We haven’t even dived into the perceived power dynamics in prisons. In 1971, the Stanford Prison Experiment started and concluded. While there was a multitude of things wrong with the science, it was essentially testing if people from society placed into prisoner and guard roles will begin to act as such in an environment similar to a prison. Over time, ‘guards’ became more authoritarian, stripping away belongings and treating the ‘inmates’ like animals; but as they cracked down more, the more rebellious the inmates became as they began to lose their sense of identity and civility.

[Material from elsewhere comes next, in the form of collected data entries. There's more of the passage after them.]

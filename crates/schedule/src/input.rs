//! What the planner is given: the shift's window and one job per lot.

use serde::{Deserialize, Serialize};
use twistlot_model::{ListedLot, PlantTime};

/// The stretch of plant-local time being planned. Every time in a [`crate::Plan`] is
/// also given in seconds from `start`.
#[derive(Debug, Clone, Copy, PartialEq, Eq, Serialize, Deserialize)]
pub struct ShiftWindow {
    /// When the shift starts.
    pub start: PlantTime,
    /// When it ends: no test is planned past it.
    pub end: PlantTime,
}

/// One lot to test, with what its part needs from a rig.
///
/// The caller computes `samples` from the sampling plan at the part's current severity
/// and the test needs from the part's spec; the planner takes them as given and carries
/// `samples` unchanged into the plan.
#[derive(Debug, Clone, PartialEq, Serialize, Deserialize)]
pub struct Job {
    /// Lot identifier.
    pub lot: String,
    /// Part number.
    pub part: String,
    /// Parts of the lot to test (at least 1).
    pub samples: u32,
    /// When the lot can be sampled (absent: from the shift's start).
    pub ready: Option<PlantTime>,
    /// When it must ship (absent: never late).
    pub due: Option<PlantTime>,
    /// Priority of its lateness against other lots' (at least 0.001; counted in thousandths).
    pub weight: f64,
    /// Largest torque the test reaches, N·mm (decides which load cells may measure it).
    pub max_torque_nmm: f64,
    /// Largest leg angle the test drives to, degrees.
    pub max_angle_deg: f64,
    /// Load–unload cycles per part (1 plus the spec's pre-cycles; at least 1).
    pub cycles: u32,
    /// Inside coil diameter wound down at `max_angle_deg`, mm (see
    /// [`crate::wound_down_inside_diameter_mm`]); decides the arbor.
    pub wound_down_inside_d_mm: f64,
    /// Fixture the part's legs need, as the plant names it (empty when all parts share
    /// one). A change of fixture or of arbor diameter between consecutive lots on a rig
    /// costs that rig's `setup_s`.
    pub fixture: String,
    /// Coiler that made the lot (for dispatch rules).
    pub coiler: Option<String>,
}

/// What a part's test needs from a rig, from its spec and sampling plan.
#[derive(Debug, Clone, PartialEq)]
pub struct PartNeeds {
    /// Parts to test.
    pub samples: u32,
    /// Largest torque the test reaches, N·mm.
    pub max_torque_nmm: f64,
    /// Largest leg angle, degrees.
    pub max_angle_deg: f64,
    /// Load–unload cycles per part.
    pub cycles: u32,
    /// Wound-down inside diameter at the largest angle, mm.
    pub wound_down_inside_d_mm: f64,
    /// Fixture name (empty when all parts share one).
    pub fixture: String,
}

impl Job {
    /// The job for a lot of the shift's lot list.
    pub fn from_listed(lot: &ListedLot, needs: PartNeeds) -> Job {
        Job {
            lot: lot.lot.clone(),
            part: lot.part.clone(),
            samples: needs.samples,
            ready: lot.ready,
            due: lot.ship_by,
            weight: lot.weight,
            max_torque_nmm: needs.max_torque_nmm,
            max_angle_deg: needs.max_angle_deg,
            cycles: needs.cycles,
            wound_down_inside_d_mm: needs.wound_down_inside_d_mm,
            fixture: needs.fixture,
            coiler: lot.coiler.clone(),
        }
    }
}

/// Input the planner cannot work with; each names the lot or rig and what to fix.
#[derive(Debug, Clone, PartialEq, thiserror::Error)]
pub enum PlanError {
    /// The shift ends before it starts.
    #[error("the shift ends at {end}, not after its start {start}")]
    EmptyShift {
        /// Start.
        start: PlantTime,
        /// End.
        end: PlantTime,
    },
    /// Two jobs for one lot.
    #[error("lot `{0}` is given twice; give each lot once")]
    DuplicateLot(String),
    /// Two rigs with one name.
    #[error("rig `{0}` is given twice; give each rig once")]
    DuplicateRig(String),
    /// A rig record that does not validate.
    #[error("rig `{rig}`, field `{field}`: {message}")]
    BadRig {
        /// Rig name.
        rig: String,
        /// Field.
        field: String,
        /// What is wrong.
        message: String,
    },
    /// Rig sequences handed to [`crate::Planner::fixed`] or [`crate::Planner::score`]
    /// that do not fit the problem.
    #[error("the rig sequences do not fit the problem: {0}")]
    BadSequence(String),
    /// A job value out of range.
    #[error("lot `{lot}`, `{field}`: {message}")]
    BadJob {
        /// Lot.
        lot: String,
        /// Field.
        field: &'static str,
        /// What is wrong.
        message: String,
    },
}

impl Job {
    /// Checks the job's own numbers.
    pub(crate) fn check(&self) -> Result<(), PlanError> {
        let bad = |field: &'static str, message: String| {
            Err(PlanError::BadJob { lot: self.lot.clone(), field, message })
        };
        if self.samples == 0 {
            return bad("samples", "a lot with no part to test has nothing to plan; give at least 1".into());
        }
        if self.cycles == 0 {
            return bad("cycles", "a test runs at least one load–unload cycle".into());
        }
        if !(self.weight.is_finite() && self.weight >= 0.001) {
            return bad(
                "weight",
                format!("the weight must be a number of at least 0.001, found {}", self.weight),
            );
        }
        for (field, value) in [
            ("max_torque_nmm", self.max_torque_nmm),
            ("max_angle_deg", self.max_angle_deg),
            ("wound_down_inside_d_mm", self.wound_down_inside_d_mm),
        ] {
            if !(value.is_finite() && value > 0.0) {
                return bad(field, format!("must be a positive number, found {value}"));
            }
        }
        Ok(())
    }
}
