//! Shift test planning: which rig tests which lot, in what order, so that lots ship on time.
//!
//! For: deciding per lot and rig whether the rig may test it, each refusal with its
//! reason ([`Refusal`]: the load cell's 10–90 % window, the angle range, an arbor at or
//! below 90 % of the wound-down inside diameter, calibration and free hours); placing a
//! reference-spring check at the start of every usable rig's free hours; and ordering
//! the lots on parallel rigs with ready times, due times, weights and sequence-dependent
//! setups. The first plan comes from list scheduling by a priority — the ATCS index of
//! Lee, Bhaskaran & Pinedo (1997) ([`atcs_index`]), plain earliest-due-date, or a
//! caller's function over [`JobView`] — and is then improved by local search (moves and
//! swaps within and between rigs) within a [`Budget`]; the objective is total weighted
//! tardiness, then makespan. Every [`Plan`] carries lower bounds beside its figures so
//! its quality can be judged.
//!
//! Not for: computing sample counts (the caller takes them from `twistlot-sampling` at
//! the part's severity and hands them over in each [`Job`]), reading plant configs or
//! lot lists (`twistlot-model` parses them; the pipeline reads the files), evaluating
//! `dispatch-rule` expressions (the caller wraps its expression engine in
//! [`Rule::Custom`]), or rendering. No file I/O, no printing.
//!
//! A plan only orders the tests. The customer's drawing and specification govern
//! acceptance; rigs must be within calibration when they test; a loaded torsion spring
//! stores energy and can leave a fixture violently.
//!
//! Main types: [`Planner`], [`Job`], [`ShiftWindow`], [`PlanOptions`], [`Rule`],
//! [`Budget`], [`Plan`], [`Assignment`], [`Check`], [`Unscheduled`], [`Metrics`],
//! [`Refusal`], [`Score`], [`PlanError`].

pub mod atcs;
mod bounds;
mod eligibility;
pub mod geometry;
pub mod input;
pub mod plan;
pub mod planner;
pub mod refusal;
pub mod search;

pub use atcs::{atcs_index, atcs_log_index, AtcsParams, AtcsTerms, InstanceFactors};
pub use geometry::{largest_arbor_mm, wound_down_inside_diameter_mm, wound_down_mean_diameter_mm};
pub use input::{Job, PartNeeds, PlanError, ShiftWindow};
pub use plan::{Assignment, Check, Metrics, Plan, Unscheduled};
pub use planner::{JobView, PlanOptions, Planner, Rule, Score};
pub use refusal::{Refusal, RigRefusal, Unplanned};
pub use search::Budget;

use twistlot_model::Rig;

/// Plans a shift in one call: [`Planner::new`] then [`Planner::plan`].
pub fn plan(
    shift: ShiftWindow,
    rigs: &[Rig],
    jobs: &[Job],
    options: &PlanOptions<'_>,
) -> Result<Plan, PlanError> {
    Ok(Planner::new(shift, rigs, jobs)?.plan(options))
}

While, yes, as stated before the scientific aspects of this experiment are shaky at best, this is some of the best insight into power dynamics. The prison system as we know it is set up to dehumanize criminals and punish them, rather than rehabilitate. It’s shown with just some college kids partaking in a study.

America needs to change its system. You could discuss for ages and give countless examples of the problems with the punish, non-reform policies and the prison system in general from Nixon’s racially targeted laws to unfair drug charges punishing those with an addictive disease harshly. Or even about the stigma against those that have made a mistake and done wrong, and how we push them into lives, they want to escape or rebel and do horrible things because of their environment makes them that way.

The system here in the United States, as we know it, make it nearly impossible for a person who’s made mistakes in the past to reform and gain life experience from their mistakes, and apply it for good. Hopefully, there’ll be some sort of change.